In any event, the plot of the story revolves around the B-13 technology, or “the tech” in the common parlance, and its influence on the rapidly developing infrastructure of Metropolis. That is to say, during a recent battle between Superman and Brainiac-13, assorted bits and pieces of the time-traveling villains technology were scattered about the city. At some point, those pieces began to reconstruct themselves into one cohesive system and integrate into the very streets and buildings of Metropolis itself. The end result is a different looking Metropolis than that of the Silver Age, less of a modern Chicago and more of a city from a science fiction book. Now living in a city known as the City of Tomorrow, the citizens of Metropolis remain unsure of how to react to this sudden change in their surroundings, a sentiment echoed by their legendary champion.
The death of a prominent politician gives them new reason to reconsider the effects of the alien hardware, as his very public assassination is undermined only by his nearly immediate (and completely unexplainable) resurrection at a nearby hospital. Superman, however, suspects that the Tech has some hand in the sudden return of the very dead to the world of the living and investigates. As well, the Man of Steel continues to harbor suspicions that the disappearance of Lex Luthor’s young daughter holds some connection to Luthor’s holding of the copyrights to the Tech (and hence, the rights to a veritable fortune). All the while, Jimmy Olsen, ace photojournalist, is there to capture the action on film.

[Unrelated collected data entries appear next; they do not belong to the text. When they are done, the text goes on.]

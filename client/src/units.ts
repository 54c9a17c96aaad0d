/**
 * Display unit systems of the client, built on the model format's unit
 * catalogue (shared-types/quantity.ts).
 *
 * Every input and output names a field kind; the chosen system maps it to one
 * display unit. An input typed as a plain number is read in that unit; an input
 * typed with its own unit ("2 in") is kept as typed, whatever the system.
 */
import {
  type QuantityKind,
  canonicalUnit,
  fromSI,
  isProblem,
  readQuantity,
  UNITS,
} from '../../shared-types/quantity.js';

/** The two systems a user may choose. */
export type UnitSystem = 'SI' | 'US';

/**
 * What a field holds. The quantity kinds of the format, plus `modulus` (a stress
 * shown in larger units) and `force` (an output only: the format has no force input).
 */
export type FieldKind = QuantityKind | 'modulus' | 'force';

/** Display unit of each field kind, per system (canonical symbols of the catalogue). */
export const DISPLAY_UNITS: Readonly<Record<UnitSystem, Readonly<Record<FieldKind, string>>>> = {
  SI: {
    length: 'mm',
    torque: 'N*m',
    stress: 'MPa',
    modulus: 'GPa',
    angle: 'deg',
    rotationalStiffness: 'kN*m/rad',
    linearStiffness: 'N/mm',
    torquePerLength: 'N*m/m',
    twistRate: 'deg/m',
    density: 'kg/m3',
    massInertia: 'kg*m2',
    power: 'kW',
    angularSpeed: 'rpm',
    force: 'N',
  },
  US: {
    length: 'in',
    torque: 'lbf*in',
    stress: 'ksi',
    modulus: 'Msi',
    angle: 'deg',
    rotationalStiffness: 'kip*in/rad',
    linearStiffness: 'lbf/in',
    torquePerLength: 'lbf*in/in',
    twistRate: 'deg/ft',
    density: 'lb/in3',
    massInertia: 'lb*in2',
    power: 'hp',
    angularSpeed: 'rpm',
    force: 'lbf',
  },
};

// Force is not a quantity of the model format, so its units live here.
// 1 lbf = 0.45359237 kg × 9.80665 m/s² (exact, by definition of the pound-force).
const FORCE_UNITS: Readonly<Record<string, number>> = { N: 1, lbf: 0.45359237 * 9.80665 };

/** The quantity kind of the format that a field kind is read as. */
export function quantityKindOf(kind: FieldKind): QuantityKind {
  if (kind === 'modulus') return 'stress';
  if (kind === 'force') throw new Error('force is an output-only kind');
  return kind;
}

/** Display unit symbol (canonical, e.g. "N*m") of a field kind in a system. */
export function displayUnit(kind: FieldKind, system: UnitSystem): string {
  return DISPLAY_UNITS[system][kind];
}

/** A unit symbol as a reader sees it: "N*m" → "N·m", "kg/m3" → "kg/m³". */
export function prettyUnit(symbol: string): string {
  return symbol.replace(/\*/g, '·').replace(/2$/, '²').replace(/3$/, '³');
}

/** Converts an SI value to the display unit of a field kind. */
export function toDisplay(si: number, kind: FieldKind, system: UnitSystem): number {
  const unit = displayUnit(kind, system);
  if (kind === 'force') return si / FORCE_UNITS[unit];
  return fromSI(si, unit);
}

/** Converts a value in the display unit of a field kind back to SI. */
export function fromDisplay(value: number, kind: FieldKind, system: UnitSystem): number {
  const unit = displayUnit(kind, system);
  if (kind === 'force') return value * FORCE_UNITS[unit];
  const def = UNITS.get(canonicalUnit(unit));
  if (!def) throw new Error(`unknown unit ${unit}`);
  return value * def.toSI;
}

/**
 * A number for reading: `sig` significant figures, no trailing zeros, plain
 * notation between 1e-4 and 1e7, exponent outside. Always a "-" for negatives.
 */
export function formatNumber(x: number, sig = 5): string {
  if (!Number.isFinite(x)) return String(x);
  if (x === 0 || Object.is(x, -0)) return '0';
  const abs = Math.abs(x);
  if (abs < 1e-4 || abs >= 1e7) {
    const [m, e] = x.toExponential(sig - 1).split('e');
    return `${String(Number(m))}e${Number(e)}`;
  }
  return String(Number(x.toPrecision(sig)));
}

/** An SI value shown in the system's unit, with the unit: "140.2 N·m". */
export function formatQuantity(si: number | null | undefined, kind: FieldKind, system: UnitSystem, sig = 5): string {
  if (si === null || si === undefined || !Number.isFinite(si)) return '—';
  return `${formatNumber(toDisplay(si, kind, system), sig)} ${prettyUnit(displayUnit(kind, system))}`;
}

/** An SI value as a bare number in the system's unit (for tables whose header carries the unit). */
export function formatValue(si: number | null | undefined, kind: FieldKind, system: UnitSystem, sig = 5): string {
  if (si === null || si === undefined || !Number.isFinite(si)) return '—';
  return formatNumber(toDisplay(si, kind, system), sig);
}

/** Reads a stored quantity (number in SI or "<n> <unit>") into SI, or null when it cannot be read. */
export function storedToSI(stored: unknown, kind: FieldKind): number | null {
  if (stored === undefined || stored === null || stored === '') return null;
  const r = readQuantity(stored, quantityKindOf(kind));
  return isProblem(r) ? null : r;
}

/**
 * The text an input shows for a stored quantity: the value in the system's
 * display unit when it can be read, the raw text when it cannot (so the user
 * sees and can fix what they typed), '' when absent.
 */
export function inputText(stored: unknown, kind: FieldKind, system: UnitSystem): string {
  if (stored === undefined || stored === null) return '';
  const si = storedToSI(stored, kind);
  if (si === null) return String(stored);
  return formatNumber(toDisplay(si, kind, system), 6);
}

/** What an input's text becomes in the model, or why it cannot. */
export interface ParsedInput {
  /** The value to store; undefined removes an optional field. */
  readonly value: string | number | undefined;
  /** A message when the text is not a quantity of this kind (the raw text is still stored, so the server names the field too). */
  readonly problem?: string;
}

const PLAIN_NUMBER = /^[+-]?(?:\d+(?:\.\d*)?|\.\d+)(?:[eE][+-]?\d+)?$/;

/**
 * Turns what a user typed into a stored quantity. A plain number is in the
 * display unit of the system ("41" in SI length → "41 mm"); a number with a
 * unit is kept as typed ("2 in"); empty text removes the field.
 */
export function parseInput(text: string, kind: FieldKind, system: UnitSystem): ParsedInput {
  const t = text.trim().replace(/\u2212/g, '-');
  if (t === '') return { value: undefined };
  if (PLAIN_NUMBER.test(t)) {
    const n = Number(t);
    if (!Number.isFinite(n)) return { value: t, problem: `"${t}" is not a finite number` };
    return { value: `${t} ${displayUnit(kind, system)}` };
  }
  const r = readQuantity(t, quantityKindOf(kind));
  if (isProblem(r)) return { value: t, problem: r.message };
  return { value: t };
}

/** Reads a plain number field (Poisson's ratio, teeth); undefined when empty. */
export function parsePlainNumber(text: string, integer: boolean): ParsedInput {
  const t = text.trim().replace(/\u2212/g, '-');
  if (t === '') return { value: undefined };
  if (!PLAIN_NUMBER.test(t)) return { value: t, problem: `"${t}" is not a number` };
  const n = Number(t);
  if (integer && !Number.isInteger(n)) return { value: t, problem: `"${t}" is not a whole number` };
  return { value: n };
}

What makes the book worthwhile is that despite its reliance on past continuity, its grounding in the events of a crossover from some time back, it’s entirely accessible to new readers (as evidenced by my understanding of it, since I haven’t read the Superman titles in years). As well, Austen has taken Olsen from the “Gee whiz, Superman!” sort of schtick that I think we all expect of him and given him some real guts. While it seems a bit crass, Olsen mounting the podium at the site of the assassination in an effort to get a better shot of the body is a definite turnaround for the character and was not entirely unwelcome to me. Silver Age purists will undoubtedly be irritated by the freckle-faced photographer’s change in attitude, but I thought it worked, showing that he’s grown up a bit (something that was always sort of lacking for him).
Additionally, it seems that DC will be using Metropolis to fill in for the now-cancelled Superman: Man of Steel in the family of books’ weekly shipping schedule. A cynical man would suspect that this twelve-issue mini is a trial run for a relaunch of Superman’s Pal, Jimmy Olsen, but I’m not a cynical man. No, not at all.